Using Open Source software

I feel I should say a little about the issue I was originally invited to talk about: the benefits of using open source software. People tend to get obsessed about support, but I consider that overblown. The availability of good programmers and technical support depends on the popularity of a technology, not on whether it’s open- or closed-source.

I was hoping to provide you with URLs for white papers that clearly explain the benefits of open-source software to the pointy-haired. The Open Source Institute has short papers, but they’re more like hints about how to approach the issue than strong arguments backed by statistics or anecdotes. Perhaps the good white papers remain to be written.

Political and Legal Issues

If you’re interested in sharing software and other information, you can’t afford to ignore the laws and court cases that are changing our rights. Many of the benefits brought by technology are being undermined by laws. The scope of intellectual property is constantly growing. For instance, you may have read in the papers that South Africa is fighting drug companies over obtaining drugs to keep AIDS patients alive at affordable prices—that’s an intellectual property issue. To move quickly from the tragic to the absurd, you may have also read in the Boston Globe recently that some Japanese have claimed patents on curry, to the dismay of many people in India.
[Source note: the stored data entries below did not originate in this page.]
using Bandtide.Core.Bands;
using Bandtide.Core.Sheets;
using CsCheck;

namespace Bandtide.Core.Tests.Sheets;

/// <summary>Generated sheets that follow every rule.</summary>
internal static class SheetSamples
{
    public static readonly DateOnly Date = new(2026, 6, 1);
    public static readonly SheetContext Context = new(BandPlan.Standard, new DateTimeOffset(2026, 7, 1, 0, 0, 0, TimeSpan.Zero));

    private static readonly Gen<int> Decibel = Gen.Int[-30_000, 30_000];
    private static readonly Gen<int> Share = Gen.Int[0, 10_000];

    private static readonly Gen<int[]> Cell =
        from sweeps in Gen.Int[1, 1_000_000]
        from occupancy in Share
        from signal in Optional(Decibel)
        from level in Optional(Decibel)
        from p90 in Optional(Decibel)
        from floor in Optional(Decibel)
        from steady in Optional(Share)
        from coverage in Optional(Share)
        select new[] { sweeps, occupancy, signal, level, p90 == CellGrid.Missing || level == CellGrid.Missing ? p90 : Math.Max(p90, level), floor, steady, coverage };

    /// <summary>Grids of 1 to 12 bands with 1 to 60 cells.</summary>
    public static readonly Gen<CellGrid> Grid =
        from ids in Gen.Int[0, BandPlan.Standard.All.Count - 1].Select(i => BandPlan.Standard.All[i].Id).HashSet[1, 12]
        from cells in Gen.Select(Gen.Int[0, (24 * ids.Count) - 1], Cell).List[1, 60]
        select Of(ids, cells);

    public static bool Same(CellGrid a, CellGrid b) =>
        a.BandIds.SequenceEqual(b.BandIds) && Enum.GetValues<Quantity>().All(quantity => a.Plane(quantity).SequenceEqual(b.Plane(quantity)));

    /// <summary>One of some texts.</summary>
    public static Gen<string> OneOf(params string[] texts) => Gen.Int[0, texts.Length - 1].Select(n => texts[n]);

    /// <summary>A day with every cell and every value, each quantity of a different spread.</summary>
    public static CellGrid Full(IEnumerable<Band> bands, Random random)
    {
        var ids = bands.Select(band => band.Id).Order().ToArray();
        var size = CellGrid.Hours * ids.Length;
        int[] Plane(int low, int high) => [.. Enumerable.Range(0, size).Select(_ => random.Next(low, high + 1))];
        var (floor, above, further) = (Plane(-12_000, -8_000), Plane(0, 700), Plane(0, 3_000));
        var level = floor.Zip(above, (a, b) => a + b).ToArray();
        return new(ids, [Plane(717, 720), Plane(0, 10_000), Plane(-9_000, -3_000), level, [.. level.Zip(further, (a, b) => a + b)], floor, Plane(0, 1), Plane(10_000, 10_000)]);
    }

    private static Gen<int> Optional(Gen<int> gen) => Gen.Frequency((1, Gen.Const(CellGrid.Missing)), (4, gen));

    // Bands without a cell are dropped, as a reader does.
    private static CellGrid Of(IEnumerable<short> bandIds, List<(int Place, int[] Values)> cells)
    {
        var all = bandIds.Order().ToArray();
        var byPlace = cells.GroupBy(cell => cell.Place).ToDictionary(group => group.Key, group => group.First().Values);
        var used = all.Where((_, b) => byPlace.Keys.Any(place => place % all.Length == b)).ToArray();
        var planes = new int[]?[CellGrid.QuantityCount];
        for (var quantity = 0; quantity < planes.Length; quantity++)
        {
            var plane = new int[24 * used.Length];
            Array.Fill(plane, CellGrid.Missing);
            foreach (var (place, values) in byPlace)
            {
                plane[(place / all.Length * used.Length) + Array.IndexOf(used, all[place % all.Length])] = values[quantity];
            }

            planes[quantity] = plane.Any(value => value != CellGrid.Missing) ? plane : null;
        }

        return new(used, planes);
    }
}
Currently, the patent threatens to turn only cooks in Japan into pirates, but if the World Trade Organization forces all member nations to honor each other’s patents, Indian cooks will be told to pay a fee for the recipes they’ve been using for centuries. And we’ve all heard that companies are patenting our genes, which probably doesn’t mean you’ll need a license to have a baby, but probably does mean the emergence of monopolies over medical treatments of certain genetic ailments.

In the electronic world of information, we may find soon that we can’t distribute a document to students in order to discuss it in class. Or that a researcher won’t be able to cite statistics in a study because some company has provided them in a commercial database. Or that we’ll be sued for figuring out a proprietary protocol or file format in order to create a compatible product or just fix a bug.

So please take a look at some of the sites that discuss these issues, and take a side while there’s still time.